- _What you have to do_: Give every entry again, exactly as it stands.

- _Provided data_:
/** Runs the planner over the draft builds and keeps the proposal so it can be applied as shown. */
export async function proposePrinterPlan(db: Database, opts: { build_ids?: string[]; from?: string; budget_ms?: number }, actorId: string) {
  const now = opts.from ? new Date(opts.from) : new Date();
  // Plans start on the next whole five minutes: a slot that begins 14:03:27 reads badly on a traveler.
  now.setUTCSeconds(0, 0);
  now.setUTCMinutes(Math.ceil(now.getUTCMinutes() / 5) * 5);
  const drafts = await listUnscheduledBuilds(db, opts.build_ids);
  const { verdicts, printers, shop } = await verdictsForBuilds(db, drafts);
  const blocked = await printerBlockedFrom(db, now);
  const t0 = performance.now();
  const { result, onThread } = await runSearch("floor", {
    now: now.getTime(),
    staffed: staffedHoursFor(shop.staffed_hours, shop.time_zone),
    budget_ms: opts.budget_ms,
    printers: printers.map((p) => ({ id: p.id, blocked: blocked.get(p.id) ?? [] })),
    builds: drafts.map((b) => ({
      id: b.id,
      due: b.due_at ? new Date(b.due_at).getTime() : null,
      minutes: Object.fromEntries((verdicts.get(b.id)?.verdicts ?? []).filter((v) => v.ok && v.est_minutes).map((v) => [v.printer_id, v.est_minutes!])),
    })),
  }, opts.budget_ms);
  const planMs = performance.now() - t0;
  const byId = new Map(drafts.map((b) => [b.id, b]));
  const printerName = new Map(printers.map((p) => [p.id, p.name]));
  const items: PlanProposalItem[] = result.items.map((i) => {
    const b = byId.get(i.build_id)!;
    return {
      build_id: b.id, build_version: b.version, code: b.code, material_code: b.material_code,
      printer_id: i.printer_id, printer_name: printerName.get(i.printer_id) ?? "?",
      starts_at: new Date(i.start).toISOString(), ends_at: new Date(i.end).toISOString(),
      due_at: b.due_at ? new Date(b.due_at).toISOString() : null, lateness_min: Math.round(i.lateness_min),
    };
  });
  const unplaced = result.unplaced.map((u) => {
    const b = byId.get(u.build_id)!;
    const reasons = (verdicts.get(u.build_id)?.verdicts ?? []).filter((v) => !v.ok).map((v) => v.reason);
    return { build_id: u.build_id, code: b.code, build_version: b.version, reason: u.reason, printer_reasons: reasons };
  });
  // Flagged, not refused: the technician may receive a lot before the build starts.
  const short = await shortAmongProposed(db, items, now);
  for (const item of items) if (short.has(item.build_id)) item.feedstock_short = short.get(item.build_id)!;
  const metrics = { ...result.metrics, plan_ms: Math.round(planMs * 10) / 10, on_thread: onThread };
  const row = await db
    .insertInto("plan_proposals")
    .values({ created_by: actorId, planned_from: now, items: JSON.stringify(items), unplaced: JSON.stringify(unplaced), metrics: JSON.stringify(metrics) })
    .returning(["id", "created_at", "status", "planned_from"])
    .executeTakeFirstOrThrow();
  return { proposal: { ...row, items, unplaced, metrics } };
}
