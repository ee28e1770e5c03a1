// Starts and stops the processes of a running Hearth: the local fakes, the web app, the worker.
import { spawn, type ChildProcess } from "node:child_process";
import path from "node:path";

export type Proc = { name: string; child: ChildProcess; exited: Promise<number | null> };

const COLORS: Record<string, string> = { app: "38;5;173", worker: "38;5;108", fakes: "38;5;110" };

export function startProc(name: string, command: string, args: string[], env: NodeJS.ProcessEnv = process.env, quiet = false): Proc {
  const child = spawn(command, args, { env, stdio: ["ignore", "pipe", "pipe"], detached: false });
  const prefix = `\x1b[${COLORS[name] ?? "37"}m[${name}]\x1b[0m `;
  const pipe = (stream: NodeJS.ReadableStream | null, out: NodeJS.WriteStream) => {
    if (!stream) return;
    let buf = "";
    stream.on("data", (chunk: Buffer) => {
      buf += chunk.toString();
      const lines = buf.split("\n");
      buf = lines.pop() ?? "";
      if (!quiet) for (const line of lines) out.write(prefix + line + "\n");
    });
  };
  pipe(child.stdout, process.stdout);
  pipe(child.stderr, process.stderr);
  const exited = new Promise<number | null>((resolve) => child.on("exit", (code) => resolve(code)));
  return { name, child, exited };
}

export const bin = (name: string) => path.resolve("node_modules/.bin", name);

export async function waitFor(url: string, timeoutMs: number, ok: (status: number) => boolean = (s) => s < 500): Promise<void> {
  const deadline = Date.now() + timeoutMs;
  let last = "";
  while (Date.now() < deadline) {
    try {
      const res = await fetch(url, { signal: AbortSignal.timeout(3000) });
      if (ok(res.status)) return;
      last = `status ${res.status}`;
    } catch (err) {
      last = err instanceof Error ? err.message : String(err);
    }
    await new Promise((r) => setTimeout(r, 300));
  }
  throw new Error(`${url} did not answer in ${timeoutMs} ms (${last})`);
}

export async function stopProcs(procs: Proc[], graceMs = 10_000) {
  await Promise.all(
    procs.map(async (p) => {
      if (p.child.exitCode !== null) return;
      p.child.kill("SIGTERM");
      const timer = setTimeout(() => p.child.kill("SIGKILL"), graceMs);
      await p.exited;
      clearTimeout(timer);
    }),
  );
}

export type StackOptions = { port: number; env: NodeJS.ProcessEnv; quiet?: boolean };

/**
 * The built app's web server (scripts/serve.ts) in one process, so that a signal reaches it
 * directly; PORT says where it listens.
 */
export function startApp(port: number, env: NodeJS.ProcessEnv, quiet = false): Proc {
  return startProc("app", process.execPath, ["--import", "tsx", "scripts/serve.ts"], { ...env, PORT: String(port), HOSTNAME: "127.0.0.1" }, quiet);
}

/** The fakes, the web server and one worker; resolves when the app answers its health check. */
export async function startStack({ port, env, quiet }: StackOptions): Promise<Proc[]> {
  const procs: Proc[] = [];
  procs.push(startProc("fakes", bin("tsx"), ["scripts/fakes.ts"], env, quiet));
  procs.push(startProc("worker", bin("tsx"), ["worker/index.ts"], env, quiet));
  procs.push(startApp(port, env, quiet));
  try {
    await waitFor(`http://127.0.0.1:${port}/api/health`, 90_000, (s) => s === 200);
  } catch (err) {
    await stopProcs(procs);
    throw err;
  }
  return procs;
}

- _Answer to the exercise_:
/** Runs the planner over the draft builds and keeps the proposal so it can be applied as shown. */
export async function proposePrinterPlan(db: Database, opts: { build_ids?: string[]; from?: string; budget_ms?: number }, actorId: string) {
  const now = opts.from ? new Date(opts.from) : new Date();
  // Plans start on the next whole five minutes: a slot that begins 14:03:27 reads badly on a traveler.
  now.setUTCSeconds(0, 0);
  now.setUTCMinutes(Math.ceil(now.getUTCMinutes() / 5) * 5);
  const drafts = await listUnscheduledBuilds(db, opts.build_ids);
  const { verdicts, printers, shop } = await verdictsForBuilds(db, drafts);
  const blocked = await printerBlockedFrom(db, now);
  const t0 = performance.now();
  const { result, onThread } = await runSearch("floor", {
    now: now.getTime(),
    staffed: staffedHoursFor(shop.staffed_hours, shop.time_zone),
    budget_ms: opts.budget_ms,
    printers: printers.map((p) => ({ id: p.id, blocked: blocked.get(p.id) ?? [] })),
    builds: drafts.map((b) => ({
      id: b.id,
      due: b.due_at ? new Date(b.due_at).getTime() : null,
      minutes: Object.fromEntries((verdicts.get(b.id)?.verdicts ?? []).filter((v) => v.ok && v.est_minutes).map((v) => [v.printer_id, v.est_minutes!])),
    })),
  }, opts.budget_ms);
  const planMs = performance.now() - t0;
  const byId = new Map(drafts.map((b) => [b.id, b]));
  const printerName = new Map(printers.map((p) => [p.id, p.name]));
  const items: PlanProposalItem[] = result.items.map((i) => {
    const b = byId.get(i.build_id)!;
    return {
      build_id: b.id, build_version: b.version, code: b.code, material_code: b.material_code,
      printer_id: i.printer_id, printer_name: printerName.get(i.printer_id) ?? "?",
      starts_at: new Date(i.start).toISOString(), ends_at: new Date(i.end).toISOString(),
      due_at: b.due_at ? new Date(b.due_at).toISOString() : null, lateness_min: Math.round(i.lateness_min),
    };
  });
  const unplaced = result.unplaced.map((u) => {
    const b = byId.get(u.build_id)!;
    const reasons = (verdicts.get(u.build_id)?.verdicts ?? []).filter((v) => !v.ok).map((v) => v.reason);
    return { build_id: u.build_id, code: b.code, build_version: b.version, reason: u.reason, printer_reasons: reasons };
  });
  // Flagged, not refused: the technician may receive a lot before the build starts.
  const short = await shortAmongProposed(db, items, now);
  for (const item of items) if (short.has(item.build_id)) item.feedstock_short = short.get(item.build_id)!;
  const metrics = { ...result.metrics, plan_ms: Math.round(planMs * 10) / 10, on_thread: onThread };
  const row = await db
    .insertInto("plan_proposals")
    .values({ created_by: actorId, planned_from: now, items: JSON.stringify(items), unplaced: JSON.stringify(unplaced), metrics: JSON.stringify(metrics) })
    .returning(["id", "created_at", "status", "planned_from"])
    .executeTakeFirstOrThrow();
  return { proposal: { ...row, items, unplaced, metrics } };
}
repository ee28e1770e5c03a1
// Starts and stops the processes of a running Hearth: the local fakes, the web app, the worker.
import { spawn, type ChildProcess } from "node:child_process";
import path from "node:path";

export type Proc = { name: string; child: ChildProcess; exited: Promise<number | null> };

const COLORS: Record<string, string> = { app: "38;5;173", worker: "38;5;108", fakes: "38;5;110" };

export function startProc(name: string, command: string, args: string[], env: NodeJS.ProcessEnv = process.env, quiet = false): Proc {
  const child = spawn(command, args, { env, stdio: ["ignore", "pipe", "pipe"], detached: false });
  const prefix = `\x1b[${COLORS[name] ?? "37"}m[${name}]\x1b[0m `;
  const pipe = (stream: NodeJS.ReadableStream | null, out: NodeJS.WriteStream) => {
    if (!stream) return;
    let buf = "";
    stream.on("data", (chunk: Buffer) => {
      buf += chunk.toString();
      const lines = buf.split("\n");
      buf = lines.pop() ?? "";
      if (!quiet) for (const line of lines) out.write(prefix + line + "\n");
    });
  };
  pipe(child.stdout, process.stdout);
  pipe(child.stderr, process.stderr);
  const exited = new Promise<number | null>((resolve) => child.on("exit", (code) => resolve(code)));
  return { name, child, exited };
}

export const bin = (name: string) => path.resolve("node_modules/.bin", name);

export async function waitFor(url: string, timeoutMs: number, ok: (status: number) => boolean = (s) => s < 500): Promise<void> {
  const deadline = Date.now() + timeoutMs;
  let last = "";
  while (Date.now() < deadline) {
    try {
      const res = await fetch(url, { signal: AbortSignal.timeout(3000) });
      if (ok(res.status)) return;
      last = `status ${res.status}`;
    } catch (err) {
      last = err instanceof Error ? err.message : String(err);
    }
    await new Promise((r) => setTimeout(r, 300));
  }
  throw new Error(`${url} did not answer in ${timeoutMs} ms (${last})`);
}

export async function stopProcs(procs: Proc[], graceMs = 10_000) {
  await Promise.all(
    procs.map(async (p) => {
      if (p.child.exitCode !== null) return;
      p.child.kill("SIGTERM");
      const timer = setTimeout(() => p.child.kill("SIGKILL"), graceMs);
      await p.exited;
      clearTimeout(timer);
    }),
  );
}

export type StackOptions = { port: number; env: NodeJS.ProcessEnv; quiet?: boolean };

/**
 * The built app's web server (scripts/serve.ts) in one process, so that a signal reaches it
 * directly; PORT says where it listens.
 */
export function startApp(port: number, env: NodeJS.ProcessEnv, quiet = false): Proc {
  return startProc("app", process.execPath, ["--import", "tsx", "scripts/serve.ts"], { ...env, PORT: String(port), HOSTNAME: "127.0.0.1" }, quiet);
}

/** The fakes, the web server and one worker; resolves when the app answers its health check. */
export async function startStack({ port, env, quiet }: StackOptions): Promise<Proc[]> {
  const procs: Proc[] = [];
  procs.push(startProc("fakes", bin("tsx"), ["scripts/fakes.ts"], env, quiet));
  procs.push(startProc("worker", bin("tsx"), ["worker/index.ts"], env, quiet));
  procs.push(startApp(port, env, quiet));
  try {
    await waitFor(`http://127.0.0.1:${port}/api/health`, 90_000, (s) => s === 200);
  } catch (err) {
    await stopProcs(procs);
    throw err;
  }
  return procs;
}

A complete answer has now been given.